As was mentioned above, it's not a long lasting durable finish, but it can look stunning.

Wood choice can play a role, spalted woods don't do well with Shellawax.

I find I can get an incredible looking finish by using the following method:

I sand through to my highest grit, which is 1200, followed by micromesh to 15000 (the grit on sandpaper and micromesh run on a different scale, check the library for more info)

I make a habit of NOT touching the blank with my bare skin from this point onwards.

I then use EEE, turning the speed on the lathe up nice and high, and I do a few coats of this, letting the abrasive in the wax do its thang. 3 coats on average, 4 if I feel like it. No real formula.

I then do 3 or 4 coats of the Shellawax, making sure to really get the heat up through the friction. On each coat, you need to keep the friction on until the cloth you're applying it with is hard and shiny. This is important. 

Also, don't hold it on for too long or it could burn. Don't ask how I know this.

I find I can get a stunning deep gloss finish with this method, but here's the kicker:

If you handle the blank straight after you finish polishing, it will go dull FAST.

The finish takes time to cure. I find a month is about right. _I KNOW RIGHT! A WHOLE MONTH! _
So I transfer the finished barrels to a clear plastic tube without touching the finish, using the bushings, and put it away for a month. 

By doing so, I find it makes the finish at least a _little_ bit durable.

But the finish will wear off. it will go dull from regular use.

I use the very first pen I ever turned, which was finished using Shellawax, on a daily basis. It's my work horse pen. Its finish is dull, the plating is trashed, and I love everything about it.

If you want a durable finish. Go CA. There are PLENTY of forum, and info in the library to help you with that style of finish. I like Shellawax, but to use it is to accept its flaws.

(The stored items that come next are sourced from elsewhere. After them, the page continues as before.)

//go:build unix

package main

// What a job scheduler and a machine do to the program, with the real causes: SIGKILL at any
// instant, two processes on one OUT. Full disks and users without rights: crash_linux_test.go.

import (
	"bytes"
	"compress/gzip"
	"context"
	"encoding/binary"
	"errors"
	"flag"
	"fmt"
	"io"
	"io/fs"
	"maps"
	"math/rand/v2"
	"os"
	"os/exec"
	"path/filepath"
	"slices"
	"strings"
	"syscall"
	"testing"
	"time"

	"evenkeel/dataset"
	"evenkeel/provenance"
)

var crashLong = flag.Bool("crash.long", false, "kill 200 processes instead of 20")

// crashSeed makes the instants of a run of the tests repeatable, as far as a machine is.
const crashSeed = 5

// program finds the program under test as a command.
func program(t *testing.T) string {
	t.Helper()
	exe, err := exec.LookPath("evenkeel")
	if err != nil {
		t.Fatal(err)
	}
	return exe
}

// A job is the program, started in a process of its own.
type job struct {
	cmd            *exec.Cmd
	stdout, stderr bytes.Buffer
	ended          chan struct{}
}

// start runs the program in a process of its own, which may not last longer than two minutes.
func start(t *testing.T, prepare func(*exec.Cmd), args ...string) *job {
	t.Helper()
	ctx, cancel := context.WithTimeout(context.Background(), 2*time.Minute)
	p := &job{ended: make(chan struct{})}
	p.cmd = exec.CommandContext(ctx, program(t), args...)
	p.cmd.Stdout, p.cmd.Stderr = &p.stdout, &p.stderr
	if prepare != nil {
		prepare(p.cmd)
	}
	if err := p.cmd.Start(); err != nil {
		cancel()
		t.Fatal(err)
	}
	go func() {
		p.cmd.Wait()
		cancel()
		close(p.ended)
	}()
	return p
}

// wait gives the exit code, -1 if a signal ended the process.
func (p *job) wait() int {
	<-p.ended
	return p.cmd.ProcessState.ExitCode()
}

func (p *job) String() string {
	return dump(p.cmd.ProcessState.ExitCode(), p.stdout.String(), p.stderr.String())
}

// finished is what an undisturbed run writes, by path; a record without its log part, which
// holds times.
type finished map[string][]byte

func content(t *testing.T, name string) []byte {
	t.Helper()
	data := mustRead(t, name)
	if !strings.HasSuffix(name, "_prov.json") {
		return data
	}
	r, err := provenance.Parse(data)
	if err != nil {
		t.Fatalf("%s is no record: %v", filepath.Base(name), err)
	}
	r.Log = provenance.Log{}
	data, err = r.Marshal()
	if err != nil {
		t.Fatal(err)
	}
	return data
}

func isLeftover(rel string) bool {
	base := filepath.Base(rel)
	return base[0] == '.' && base != ".bidsignore"
}

func finish(t *testing.T, out string) finished {
	t.Helper()
	f := finished{}
	for _, rel := range outputs(out) {
		f[rel] = content(t, filepath.Join(out, rel))
	}
	return f
}

// same fails the test unless OUT holds exactly these files: no leftovers either.
func (f finished) same(t *testing.T, out, when string) {
	t.Helper()
	if got, want := outputs(out), slices.Sorted(maps.Keys(f)); !slices.Equal(got, want) {
		t.Errorf("%s: files %v\nwant %v", when, got, want)
		return
	}
	for rel, want := range f {
		if !bytes.Equal(content(t, filepath.Join(out, rel)), want) {
			t.Errorf("%s: %s differs from an undisturbed run", when, rel)
		}
	}
}

// wreck is what a killed process left.
type wreck struct{ hidden, final, records int }

// look checks a wreck: every file under a final name is a finished one, or one of before; and
// where there is a record, the files that it names are those of it.
func look(t *testing.T, out, when string, before, after finished) (w wreck) {
	t.Helper()
	for _, rel := range outputs(out) {
		if isLeftover(rel) {
			w.hidden++
			continue
		}
		w.final++
		got := content(t, filepath.Join(out, rel))
		isOld, isNew := before[rel] != nil && bytes.Equal(got, before[rel]), after[rel] != nil && bytes.Equal(got, after[rel])
		if !isOld && !isNew {
			t.Errorf("%s: %s stands under its final name and is neither a finished file nor one of before", when, rel)
		}
		if !strings.HasSuffix(rel, "_prov.json") {
			continue
		}
		w.records++
		r, err := provenance.Parse(got)
		if err != nil {
			t.Fatal(err)
		}
		for _, f := range r.Outputs {
			sum, n, err := provenance.DigestFile(context.Background(), filepath.Join(out, f.Path))
			if err != nil || sum != f.SHA256 || n != f.Bytes {
				t.Errorf("%s: %s stands there, but %s is not as it says (%v)", when, rel, f.Path, err)
			}
		}
	}
	return w
}

// copyTree copies a folder of files.
func copyTree(t *testing.T, from, to string) {
	t.Helper()
	if err := os.CopyFS(to, os.DirFS(from)); err != nil {
		t.Fatal(err)
	}
}

// names counts the names that stand below a folder.
func names(dir string) (n int) {
	filepath.WalkDir(dir, func(_ string, _ fs.DirEntry, err error) error {
		if err == nil {
			n++
		}
		return nil
	})
	return n
}

func crewCohort(t *testing.T, runs int) (dir string) {
	dir = filepath.Join(t.TempDir(), "raw")
	for i := range runs {
		sub := fmt.Sprintf("%02d", i+1)
		s := newSailor().volumes(5)
		s.gzip = i%2 == 1
		writeDataset(dir, s.files("sub-"+sub+"/func/sub-"+sub+"_task-watch"))
	}
	return dir
}

// Killed at any instant, the program leaves no file under its final name that differs from the
// finished one, and no record whose files are not its own; the same command then goes on to the same
// bytes, and nothing hidden is left. Half of the instants are anywhere in the time that an
// undisturbed process takes; half follow upon the appearance of some number of names in OUT, for most of the
// time is arithmetic, and what can go wrong goes wrong while files come and go.
func TestKilledAnywhere(t *testing.T) {
	total, runs := 20, 2
	if *crashLong {
		total, runs = 200, 4
	}
	dir := crewCohort(t, runs)
	random := rand.New(rand.NewPCG(crashSeed, 0))
	var kills, late, hidden, partial, records int
	for _, c := range []struct {
		name   string
		share  int // of the kills, in twentieths
		args   []string
		before []string // settings of an earlier time; nil: OUT is new
	}{
		{"in memory", 6, nil, nil},
		{"streamed", 8, []string{"--motion", "volume", "--time", "sinc"}, nil},
		// An older result with files that have no place in the new one.
		{"over an older one", 6, []string{"--motion", "none", "--time", "none"}, []string{"--motion", "path", "--space", "cubic"}},
	} {
		var before finished
		old := ""
		if c.before != nil {
			old = process(t, dir, c.before...)
			before = finish(t, old)
		}
		command := func(out string) []string { return append([]string{"steady", dir, out, "--jobs", "2"}, c.args...) }
		fresh := func() string {
			out := filepath.Join(t.TempDir(), "out")
			if old != "" {
				copyTree(t, old, out)
			}
			return out
		}
		whole := fresh()
		from, first := time.Now(), names(whole)
		if p := start(t, nil, command(whole)...); p.wait() != 0 {
			t.Fatal(p)
		}
		lasts := time.Since(from)
		after := finish(t, whole)
		for k := range total * c.share / 20 {
			out := fresh()
			p := start(t, nil, command(out)...)
			when := ""
			if k%2 == 0 {
				d := time.Duration(random.Int64N(int64(lasts)))
				when = fmt.Sprintf("%s, killed after %v", c.name, d.Round(time.Millisecond))
				select {
				case <-time.After(d):
				case <-p.ended:
				}
			} else {
				// Of an older result names go before others come: changes are counted, whichever way.
				n := 1 + random.IntN(max(1, len(after)*3/4))
				wait := time.Duration(random.Int64N(2) * random.Int64N(int64(3*time.Millisecond)))
				when = fmt.Sprintf("%s, killed %v after %d changes", c.name, wait, n)
				for seen, last := 0, first; seen < n; {
					now := names(out)
					if now != last {
						seen += max(1, max(now-last, last-now))
						last = now
					}
					select {
					case <-p.ended:
						seen = n
					default:
					}
				}
				time.Sleep(wait)
			}
			p.cmd.Process.Signal(syscall.SIGKILL)
			if code := p.wait(); code == 0 {
				late++
			} else if code != -1 {
				t.Errorf("%s: %s", when, p)
			}
			kills++
			w := look(t, out, when, before, after)
			if w.hidden > 0 {
				hidden++
			}
			if w.final > 0 && w.records < runs {
				partial++
			}
			if w.records > 0 {
				records++
			}
			if q := start(t, nil, command(out)...); q.wait() != 0 {
				t.Fatalf("%s, then: %s", when, q)
			}
			after.same(t, out, when)
		}
	}
	t.Logf("%d kills: %d left hidden files, %d some files under their final names without all records, %d at least one record; %d came too late", kills, hidden, partial, records, late)
	if late > kills/2 || hidden == 0 || partial == 0 {
		t.Errorf("the instants do not meet the work")
	}
}

// A second signal changes nothing: 75, and nothing is left of the runs under way.
func TestTerminatedTwice(t *testing.T) {
	dir := crewCohort(t, 3)
	out := filepath.Join(t.TempDir(), "out")
	p := start(t, nil, "steady", dir, out, "--jobs", "1")
	for !slices.ContainsFunc(outputs(out), func(rel string) bool { return strings.HasSuffix(rel, ".lock") }) {
		select {
		case <-p.ended:
			t.Fatalf("no lock was seen: %s", p)
		default:
		}
	}
	p.cmd.Process.Signal(syscall.SIGTERM)
	time.Sleep(time.Millisecond)
	p.cmd.Process.Signal(syscall.SIGTERM)
	if code := p.wait(); code != 75 {
		t.Error(p)
	}
	noTrace(t, p.stderr.String())
	if left := slices.DeleteFunc(outputs(out), func(rel string) bool { return !isLeftover(rel) }); len(left) > 0 {
		t.Errorf("left: %v", left)
	}
	if q := start(t, nil, "steady", dir, out); q.wait() != 0 {
		t.Fatal(q)
	}
	finish(t, process(t, dir)).same(t, out, "terminated twice")
}

// held reports whether a process holds the lock of that name.
func held(name string) bool {
	f, err := os.Open(name)
	if err != nil {
		return false
	}
	defer f.Close()
	err = syscall.Flock(int(f.Fd()), syscall.LOCK_EX|syscall.LOCK_NB)
	return errors.Is(err, syscall.EWOULDBLOCK)
}

// Two processes on one OUT: the second waits for each run that the first has under way, and both end
// well. If the first is killed meanwhile, the second takes over, and clears what is left of it. What a live
// process has under way is not touched by another.
func TestTwoOnOneOut(t *testing.T) {
	dir := crewCohort(t, 2)
	want := finish(t, process(t, dir))
	for _, kill := range []bool{false, true} {
		out := filepath.Join(t.TempDir(), "out")
		args := []string{"steady", dir, out, "--jobs", "1", "--log", "json"}
		first := start(t, nil, args...)
		lock := filepath.Join(out, "sub-01/func/.sub-01_task-watch.lock")
		for !held(lock) {
			select {
			case <-first.ended:
				t.Fatalf("no lock was seen: %s", first)
			default:
			}
		}
		if kill {
			// Stopped, it holds its lock for as long as the second takes to meet it.
			first.cmd.Process.Signal(syscall.SIGSTOP)
		}
		var told watch
		told.sign, told.seen = "waiting", make(chan struct{})
		second := start(t, func(c *exec.Cmd) { c.Stderr = struct{ io.Writer }{&told} }, args...)
		if kill {
			select {
			case <-told.seen:
			case <-time.After(30 * time.Second):
				t.Fatal("a run held by a stopped process was not waited for")
			}
			first.cmd.Process.Signal(syscall.SIGKILL)
		}
		if code := first.wait(); code != 0 && !kill {
			t.Errorf("the first: %s", first)
		}
		if code := second.wait(); code != 0 {
			t.Errorf("the second: exit %d\n%s", code, told.String())
		}
		want.same(t, out, fmt.Sprintf("two on one OUT, killed %v", kill))
	}
	// Many at once, on a new OUT: all write the files common to all runs.
	out := filepath.Join(t.TempDir(), "out")
	var crowd []*job
	for range 4 {
		crowd = append(crowd, start(t, nil, "steady", dir, out, "--jobs", "1"))
	}
	for _, p := range crowd {
		if p.wait() != 0 {
			t.Error(p)
		}
	}
	want.same(t, out, "four on one OUT")
}

// Leftovers of every kind that a dead process can leave, the common files' included, go with the next
// run; those of a run that another process has in hand stay, and so does what is nobody's.
func TestLeftoversOfTheDead(t *testing.T) {
	dir := crewCohort(t, 2)
	args := []string{"--motion", "none", "--time", "none"}
	want := finish(t, process(t, dir, args...))
	out := process(t, dir, args...)
	put := func(rel string) string {
		t.Helper()
		name := filepath.Join(out, rel)
		if err := os.WriteFile(name, []byte("half"), 0o644); err != nil {
			t.Fatal(err)
		}
		return name
	}
	for _, rel := range []string{".dataset_description.json0123456789", ".README0123456789", "..bidsignore0123456789", ".runs.json0123456789", ".runs.tsv0123456789", ".runs.tsv.lock",
		"sub-01/func/.sub-01_task-watch.lock", "sub-01/func/.sub-01_task-watch_desc-shots_pose.tsv0123456789", // of other settings
		"sub-01/func/.sub-01_task-watch_desc-steady_bold.nii.gz0123456789"} {
		put(rel)
	}
	theirs := put("sub-02/func/.sub-02_task-watch_desc-steady_bold.nii.gz0123456789")
	lock, err := os.Create(filepath.Join(out, "sub-02/func/.sub-02_task-watch.lock"))
	if err != nil {
		t.Fatal(err)
	}
	if err := syscall.Flock(int(lock.Fd()), syscall.LOCK_EX); err != nil {
		t.Fatal(err)
	}
	if p := start(t, nil, append([]string{"steady", dir, out, "--subject", "01"}, args...)...); p.wait() != 0 {
		t.Fatal(p)
	}
	left := slices.DeleteFunc(outputs(out), func(rel string) bool { return !isLeftover(rel) })
	if !slices.Equal(left, []string{"sub-02/func/.sub-02_task-watch.lock", "sub-02/func/" + filepath.Base(theirs)}) {
		t.Errorf("left: %v", left)
	}
	lock.Close() // the process ends
	// A record that a process took away before it died no longer names the files of then.
	for _, o := range dataset.Outputs {
		for _, ext := range o.Exts {
			put("sub-01/func/sub-01_task-watch_desc-" + o.Desc + "_" + o.Suffix + ext)
		}
	}
	if err := os.Remove(filepath.Join(out, "sub-01/func/sub-01_task-watch_desc-steady_prov.json")); err != nil {
		t.Fatal(err)
	}
	if p := start(t, nil, append([]string{"steady", dir, out}, args...)...); p.wait() != 0 {
		t.Fatal(p)
	}
	want.same(t, out, "leftovers")
}

// headerBytes are those before the voxels, whatever the header claims.
func (s *sailor) headerBytes() []byte {
	good := newSailor().image()[:352]
	for k := range 4 { // dim[1..4] (nifti1.h)
		binary.LittleEndian.PutUint16(good[42+2*k:], uint16(s.header.Dim[k+1]))
	}
	return good
}

// packed compresses bytes.
func packed(data []byte) []byte {
	var b bytes.Buffer
	w := gzip.NewWriter(&b)
	w.Write(data)
	w.Close()
	return b.Bytes()
}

I don't sell pens with a Shellawax finish. But then again, I don't sell many pens at all.

Hope that helps.

JP


----------



## Math2010

Thank you very much JP1337!
It really help!


----------



## Dave Turner

I usually use CA for my finish and it always polishes to a high glass-like shine. It also lasts a long time. My very first every-day carry pen is just as shiny as the day I made it six years ago.

Recently, I've tried a few pens with walnut oil followed by Doctor's Woodshop Pens Plus. This is a friction polish applied in 3 or 4 coats. I have been impressed with the high degree of shine you can obtain. More of a high shine furniture-like finish rather than the glass-like finish of CA.  I can't vouch for longevity yet, but others seem to be happy with its lasting power. The best part is that the Pens Plus finish takes much less time to accomplish than a CA finish.


----------



## JP1337

Since you already have the EEE and Shellawax, (BTW Shellawax GLOW would have been a slightly better option, but Shellawax is still good) I would say the best thing you can do is play with it and try it out for yourself. 

Turn down some barrels, make sure you get your sanding process right before you start applying any kind of finish. If your sanding isn't tip top, your finish will always lack. So practice your sanding, remembering to sand lengthwise as well (there is plenty of info on this in the finishing section of the forums). Once your sanding is the best you can get it, use the EEE with a bit of pressure, I use at least two coats of this, as the fine grit in it is really good. You can polish up with that until you are happy with it, buff it with a clean cloth, then apply your Shellawax, turn the lathe up real fast and burn that finish into the wood! Speed and pressure make friction, friction makes heat, and this is what it takes to get that finish to do its job!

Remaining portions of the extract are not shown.